唐丹丹把瞿雅丽拉到一边儿商量,瞿雅丽一向鬼点子多,很快就想到了办法。
她打开提包,取出一副手铐递给唐丹丹:“本来是给静华准备的,便宜丁晨夕了。”
“瞿雅丽,没想到你好这口,连这东西都有!”唐丹丹两眼放光,顿时对瞿雅丽崇拜得五体投地。
“哈哈,淘宝买的,我还没试过!”
“钥匙在哪儿?”
“我把钥匙放家里了,刻意没带出来。”
“太好了,待会儿可有好戏看了。”
两人一脸兴奋的回到座位,丁晨夕正埋头吃菜,没发现端倪。
孟祁岳虽然发现了端倪,但没说破,想看那两个兴奋得想尖叫的女人能玩出什么花来。
婚宴结束,一群同学约好晚上再好好聚,丁晨夕拉着唐丹丹的手往外走。
有两个喝多了的男同学一边走一边打打闹闹,丁晨夕为了避开他们连连后退,不小心撞入一具温暖的怀抱,她回头看到孟祁岳的脸,这才知道他一直跟在她的身后,当护花使者。

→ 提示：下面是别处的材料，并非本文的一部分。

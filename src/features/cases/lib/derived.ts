// Dew point and surface humidity for each reading, computed in the browser with the same engine
// the server uses. Cheap enough for 50 000 readings (a dew-point solve is a few microseconds).
import { dewPointC, surfaceRelativeHumidityPct, vapourPressurePa } from "@/lib/domain";
import type { CaseReading } from "../api/types";

export interface Derived {
  dewPointC: number | null;
  /** Raw ratio: above 100 means the surface is below the dew point. */
  surfaceRhPct: number | null;
}

export function derive(r: Pick<CaseReading, "airTemperatureC" | "relativeHumidityPct" | "surfaceTemperatureC">): Derived {
  try {
    const dp = dewPointC(r.airTemperatureC, r.relativeHumidityPct);
    const surface =
      r.surfaceTemperatureC === null || r.surfaceTemperatureC === undefined
        ? null
        : surfaceRelativeHumidityPct(vapourPressurePa(r.airTemperatureC, r.relativeHumidityPct), r.surfaceTemperatureC);
    return { dewPointC: dp, surfaceRhPct: surface };
  } catch {
    // A value outside the engine's domain: show the reading without the derived numbers.
    return { dewPointC: null, surfaceRhPct: null };
  }
}

export interface ChartSeries {
  /** Unix seconds, ascending. */
  t: Float64Array;
  air: (number | null)[];
  rh: (number | null)[];
  dewPoint: (number | null)[];
  /** Capped at 100 %: a surface below the dew point is wet, not "more than saturated". */
  surfaceRh: (number | null)[];
  hasSurface: boolean;
}

export function chartSeries(readings: readonly CaseReading[]): ChartSeries {
  const sorted = isSorted(readings) ? readings : [...readings].sort((a, b) => Date.parse(a.takenAt) - Date.parse(b.takenAt));
  const n = sorted.length;
  const out: ChartSeries = {
    t: new Float64Array(n),
    air: new Array(n),
    rh: new Array(n),
    dewPoint: new Array(n),
    surfaceRh: new Array(n),
    hasSurface: false,
  };
  for (let i = 0; i < n; i++) {
    const r = sorted[i]!;
    const d = derive(r);
    out.t[i] = Date.parse(r.takenAt) / 1000;
    out.air[i] = r.airTemperatureC;
    out.rh[i] = r.relativeHumidityPct;
    out.dewPoint[i] = d.dewPointC;
    out.surfaceRh[i] = d.surfaceRhPct === null ? null : Math.min(100, d.surfaceRhPct);
    if (d.surfaceRhPct !== null) out.hasSurface = true;
  }
  return out;
}

function isSorted(readings: readonly CaseReading[]): boolean {
  for (let i = 1; i < readings.length; i++) if (readings[i]!.takenAt < readings[i - 1]!.takenAt) return false;
  return true;
}
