describe("the case follows its orders", () => {
  it("works-planned when booked, works-done then monitoring when the last order is done, closed when the fix worked", async () => {
    const caseId = await investigatedCase();
    const fan = (
      await officer
        .post(`/api/cases/${caseId}/work-orders`, {
          type: "extractor-fan",
          description: "New continuous extract fan in the bathroom.",
        })
        .expect(201)
    ).body;
    const wash = (
      await officer
        .post(`/api/cases/${caseId}/work-orders`, { type: "mould-wash", description: "Fungicidal wash of the ceiling." })
        .expect(201)
    ).body;
    // The target date defaults from the safety-work deadline (5 working days after the inspection).
    const deadlines = (await officer.get(`/api/cases/${caseId}/deadlines`)).body.deadlines;
    const safety = deadlines.find((d: { stage: string }) => d.stage === "safety-work");
    expect(fan.targetDate).toBe(new Date(safety.dueAt).toLocaleDateString("en-CA", { timeZone: "Europe/London" }));
    expect(await status(caseId)).toBe("investigated");
    await lead
      .patch(`/api/work-orders/${fan.id}`, { assigneeId: landlord.maintenance.id, slot: { date: futureDate(3), window: "am" } })
      .expect(200);
    expect(await status(caseId)).toBe("works-planned");

    await lead.patch(`/api/work-orders/${fan.id}`, { complete: { note: "" } }).expect(400);
    await lead
      .patch(`/api/work-orders/${fan.id}`, {
        complete: {
          note: "Fitted a continuous extract fan with humidistat boost; tested.",
          materials: "Fan, 100 mm duct, fused spur",
          minutesOnSite: 150,
          doneOn: today(),
          earlyReason: "A cancellation freed the operative today and the tenant was at home.",
        },
      })
      .expect(200);
    expect(await status(caseId)).toBe("works-planned");
    const photo = await lead.agent
      .post(`/api/work-orders/${wash.id}/photos`)
      .set("X-CSRF-Token", lead.csrf)
      .attach("photos", await jpegWithGps(1600, 1200), "after.jpg")
      .expect(201);
    expect(photo.body.photos[0].workOrderId).toBe(wash.id);
    await lead
      .patch(`/api/work-orders/${wash.id}`, {
        complete: {
          note: "Washed the ceiling with fungicide and let it dry.",
          doneOn: today(),
        },
      })
      .expect(200);
    expect(await status(caseId)).toBe("monitoring");
    // Work has begun: the safety-work and supplementary-work clocks have stopped, in time.
    const after = Object.fromEntries(
      (await officer.get(`/api/cases/${caseId}/deadlines`)).body.deadlines.map((d: { stage: string }) => [d.stage, d]),
    );
    expect(after["safety-work"]).toMatchObject({ state: "met" });
    expect(after["supplementary-work"]).toMatchObject({ state: "met" });
    expect(after["safety-work"].doneAt).not.toBeNull();
    const events = (await officer.get(`/api/cases/${caseId}/events`)).body.events;
    const moves = events
      .filter((e: { type: string }) => e.type === "status-changed")
      .map((e: { after: { status: string } }) => e.after.status);
    expect(moves.slice(-3)).toEqual(["works-planned", "works-done", "monitoring"]);
    expect((await t.mail.lastTo(landlord.tenant.email)).subject).toMatch(/Checking the repair worked/);
    const view = (await tenant.get(`/api/cases/${caseId}/verification`).expect(200)).body;
    expect(view).toMatchObject({ state: "monitoring", monitoringDays: 21 });
    expect(Date.parse(view.monitoringEndsAt) - Date.parse(view.worksDoneAt)).toBe(21 * 86_400_000);

    await tenant.post(`/api/cases/${caseId}/verification`, { effective: true, note: "Dry" }).expect(403);
    // Day 0 of monitoring: no readings after the works, so "fix effective" needs an override with a reason.
    expect(view.enoughReadings).toBe(false);
    const early = await lead
      .post(`/api/cases/${caseId}/verification`, { effective: true, note: "Looks dry to me." })
      .expect(409);
    expect(early.body.error.code).toBe("not_enough_readings");
    expect(early.body.error.details).toEqual([expect.objectContaining({ field: "override.reason" })]);
    expect(await status(caseId)).toBe("monitoring");
    await lead
      .post(`/api/cases/${caseId}/verification`, { effective: true, note: "Dry.", override: { reason: "short" } })
      .expect(400);
    const told = { to: landlord.tenant.email, template: "fixConfirmed", caseId };
    expect(await outboxCount(t.ctx.dataSource, told)).toBe(0);
    await lead
      .post(`/api/cases/${caseId}/verification`, {
        effective: true,
        note: "Surface humidity down from the mid-90s to about 60 %.",
        override: { reason: "The tenant's own logger showed dry readings; they cannot add them to Dewline." },
      })
      .expect(200);
    expect(await status(caseId)).toBe("closed");
    // The override's reason is on the staff timeline and in the verdict, never the tenant's.
    const verdict = (await officer.get(`/api/cases/${caseId}/events`)).body.events.find(
      (e: { type: string }) => e.type === "fix-verified",
    );
    expect(verdict.after.override).toMatch(/own logger/);
    expect((await lead.get(`/api/cases/${caseId}/verification`)).body.outcome.override).toMatch(/own logger/);
    expect(JSON.stringify((await tenant.get(`/api/cases/${caseId}/events`)).body)).not.toMatch(/own logger/);
    expect((await tenant.get(`/api/cases/${caseId}/verification`)).body.outcome.override).toBeNull();
    // The lead's screen says the tenant is told: they are, by e-mail.
    expect(await outboxCount(t.ctx.dataSource, told)).toBe(1);
    expect((await t.mail.lastTo(landlord.tenant.email)).subject).toMatch(/The repair worked/);
    await lead.post(`/api/cases/${caseId}/verification`, { effective: true, note: "Again" }).expect(409);
  });

  it("sends the case back to investigated with a new order when the fix did not work", async () => {
    const caseId = await investigatedCase();
    const wo = (
      await officer
        .post(`/api/cases/${caseId}/work-orders`, { type: "trickle-vents", description: "Open the trickle vents." })
        .expect(201)
    ).body;
    await lead
      .patch(`/api/work-orders/${wo.id}`, { complete: { note: "Trickle vents freed and opened.", doneOn: today() } })
      .expect(200);
    expect(await status(caseId)).toBe("monitoring");
    await lead
      .post(`/api/cases/${caseId}/verification`, {
        effective: false,
        note: "Still over 80 % most nights.",
        workOrder: { type: "piv-unit", description: "Fit a positive input ventilation unit in the loft." },
      })
      .expect(200);
    expect(await status(caseId)).toBe("investigated");
    const orders = (await officer.get(`/api/cases/${caseId}/work-orders`)).body.workOrders;
    expect(orders.map((o: { type: string; status: string }) => [o.type, o.status])).toEqual([
      ["trickle-vents", "done"],
      ["piv-unit", "unscheduled"],
    ]);
  });

  it("refuses a work order before the investigation", async () => {
    const c = (await tenant.post("/api/cases", report).expect(201)).body;
    const res = await officer
      .post(`/api/cases/${c.id}/work-orders`, { type: "mould-wash", description: "Wash the mould off." })
      .expect(409);
    expect(res.body.error.message).toMatch(/inspection/);
    await tenant.post(`/api/cases/${c.id}/work-orders`, { type: "mould-wash", description: "Wash the mould off." }).expect(403);
    await neighbour.get(`/api/cases/${c.id}/work-orders`).expect(404);
  });
});
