/** DATETIME(3) text in UTC, as LOAD DATA takes it. */
const sqlTime = (d: Date) => d.toISOString().slice(0, 23).replace("T", " ");
const sqlSeconds = (d: Date) => d.toISOString().slice(0, 19).replace("T", " ");
/** One LOAD DATA line: tab-separated, \N for NULL, backslash, tab and newline escaped. */
const line = (values: (string | number | boolean | null)[]) =>
  values
    .map((v) =>
      v === null
        ? "\\N"
        : typeof v === "boolean"
          ? v
            ? "1"
            : "0"
          : String(v).replace(/[\\\t\n]/g, (c) => (c === "\t" ? "\\t" : c === "\n" ? "\\n" : "\\\\")),
    )
    .join("\t") + "\n";

/** A file written in chunks, never held whole in memory. */
class TsvFile {
  private fd: number;
  private buffer: string[] = [];
  rows = 0;
  constructor(readonly file: string) {
    this.fd = openSync(file, "w");
  }
  add(values: (string | number | boolean | null)[]) {
    this.buffer.push(line(values));
    this.rows++;
    if (this.buffer.length >= 20_000) this.flush();
  }
  flush() {
    if (this.buffer.length) writeSync(this.fd, this.buffer.join(""));
    this.buffer = [];
  }
  close() {
    this.flush();
    closeSync(this.fd);
  }
}

function percentile(sorted: number[], p: number): number {
  if (sorted.length === 0) return Number.NaN;
  return sorted[Math.min(sorted.length - 1, Math.max(0, Math.ceil(p * sorted.length) - 1))]!;
}

interface Latencies {
  count: number;
  p50: number;
  p95: number;
  p99: number;
  perSecond: number;
}
function summarise(values: number[], seconds: number): Latencies {
  const sorted = [...values].sort((a, b) => a - b);
  return {
    count: sorted.length,
    p50: percentile(sorted, 0.5),
    p95: percentile(sorted, 0.95),
    p99: percentile(sorted, 0.99),
    perSecond: sorted.length / seconds,
  };
}

// ---------------------------------------------------------------------------------------------
// 1. Seeding

interface SeedHome {
  id: number;
  glazingType: (typeof GLAZING)[number];
  wallType: (typeof WALLS)[number];
  rooms: { id: number; name: string }[];
}

interface SeedCase {
  id: number;
  home: SeedHome;
  awareAt: Date;
  status: CaseStatus;
  hazardClass: HazardClass | null;
  inspectedAt: Date | null;
  summarySentAt: Date | null;
  category: 1 | 2 | null;
  band: string | null;
  recurrence: boolean;
}

export interface Seeded {
  officer: Actor;
  caseIds: { open: number[]; closed: number[] };
  counts: {
    homes: number;
    rooms: number;
    cases: number;
    open: number;
    readings: number;
    inspections: number;
    summaries: number;
    assessments: number;
  };
  generateMs: number;
  loadTimes: string[];
}

const OPEN: CaseStatus[] = ["new", "triaged", "inspection-booked", "investigated", "works-planned", "works-done", "monitoring"];
const OPEN_WEIGHTS = [0.2, 0.18, 0.14, 0.14, 0.16, 0.08, 0.1];
const AFTER_INSPECTION = new Set<CaseStatus>(["investigated", "works-planned", "works-done", "monitoring", "closed"]);

function openStatus(): CaseStatus {
  let r = random();
  for (let i = 0; i < OPEN.length; i++) {
    r -= OPEN_WEIGHTS[i]!;
    if (r < 0) return OPEN[i]!;
  }
  return "monitoring";
}

/** A valid HHSRS hazard-1 judgement: three classes on representative points, class IV the remainder. */
function assessment() {
  const likelihood = pick(LIKELIHOOD_POINTS.filter((l) => l >= 10 && l <= 1000));
  const o1 = pick([0, 0, 0.1, 0.2, 0.5, 1.0, 2.2]);
  const o2 = pick([0.1, 0.5, 1.0, 2.2, 4.6, 10.0]);
  const o3 = pick([2.2, 4.6, 10.0, 21.5, 46.4]);
  const tenths = 1000 - Math.round(o1 * 10) - Math.round(o2 * 10) - Math.round(o3 * 10);
  const spread: [number, number, number, number] = [o1, o2, o3, tenths / 10];
  return { likelihood, spread, ...hhsrsScore({ likelihood, spread }) };
}

/**
 * Readings for one case: roughly hourly from a day or two after the report, split over the case's
 * rooms, in the order seriesFor returns them. The values are rounded to the column's two decimals
 * here, so the figures are worked out from exactly what MariaDB will hold.
 */
function readingsFor(
  c: { awareAt: Date; rooms: { id: number; name: string }[] },
  count: number,
  now: Date,
  damp: number,
): Map<number, SeriesPoint[]> {
  const out = new Map<number, SeriesPoint[]>();
  const perRoom = c.rooms.map((_, i) => Math.floor(count / c.rooms.length) + (i < count % c.rooms.length ? 1 : 0));
  const span = Math.max(...perRoom) * 65 * 60_000;
  let start = c.awareAt.getTime() + between(0.5, 3) * DAY_MS;
  if (start + span > now.getTime() - HOUR_MS) start = now.getTime() - HOUR_MS - span;
  const month = new Date(start).getUTCMonth();
  const winter = month >= 10 || month <= 2;
  const outdoorBase = winter ? between(-3, 8) : between(6, 17);
  const hasOutdoor = chance(0.8);
  const measuredSurface = chance(0.15);
  c.rooms.forEach((room, r) => {
    const series: SeriesPoint[] = [];
    const airBase = between(15, 21);
    const rhBase = 46 + 36 * damp + (room.name === "Bathroom" || room.name === "Kitchen" ? 5 : 0);
    const fRsi = between(0.45, 0.85);
    let t = Math.floor(start / 1000) * 1000;
    for (let i = 0; i < perRoom[r]!; i++) {
      t += Math.round(between(55, 65) * 60) * 1000;
      const day = (t % DAY_MS) / DAY_MS;
      const air = Number((airBase + 1.5 * Math.sin(2 * Math.PI * day) + between(-0.3, 0.3)).toFixed(2));
      const rh = Number(Math.min(99, Math.max(20, rhBase + 8 * Math.sin(2 * Math.PI * (day + 0.3)) + between(-2, 2))).toFixed(2));
      const point: SeriesPoint = { at: new Date(t), airTemperatureC: air, relativeHumidityPct: rh };
      if (hasOutdoor)
        point.outdoorTemperatureC = Number((outdoorBase + 3 * Math.sin(2 * Math.PI * day) + between(-0.5, 0.5)).toFixed(2));
      if (measuredSurface) {
        const outdoor = point.outdoorTemperatureC ?? outdoorBase;
        point.surfaceTemperatureC = Number((outdoor + fRsi * (air - outdoor)).toFixed(2));
      }
      series.push(point);
    }
    out.set(room.id, series);
  });
  return out;
}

唐丹丹朝瞿雅丽和余晓静使了个眼色,两人抿嘴偷笑,配合唐丹丹,抓住丁晨夕和孟祁岳的手。
还没等丁晨夕反应过来,她的皓腕儿已被手铐给箍得紧紧的。
孟祁岳本可以挣脱,但他反应快,知道她们在帮他,便乖乖的让她们把自己给铐了。
“晨夕,孟先生,我们只能帮你们到这儿了。”
大功告成,唐丹丹和瞿雅丽余晓静笑哈哈的跑开。
“回来,把钥匙给我!”
丁晨夕想去追,可是孟祁岳没动弹,她跑了两步又被重力扯了回去,手腕儿火辣辣的痛。
“唐丹丹,瞿雅丽,余晓静,我要和你们绝交!”
她的好同学,好室友,好朋友就这么把她给卖了,孟祁岳到底给了她们什么好处啊?
“她们很可爱!”孟祁岳笑眯了眼,暗暗感谢她们。
深感交友不慎的丁晨夕快气死了,有种众叛亲离的感觉。
腕上的手铐比戒指还要碍事,她去哪儿孟祁岳就得去哪儿,而且是寸步不离。
两人大眼瞪小眼儿站了一会儿,丁晨夕很想给一脸无辜的孟祁岳一耳光,让他装无辜,浑蛋!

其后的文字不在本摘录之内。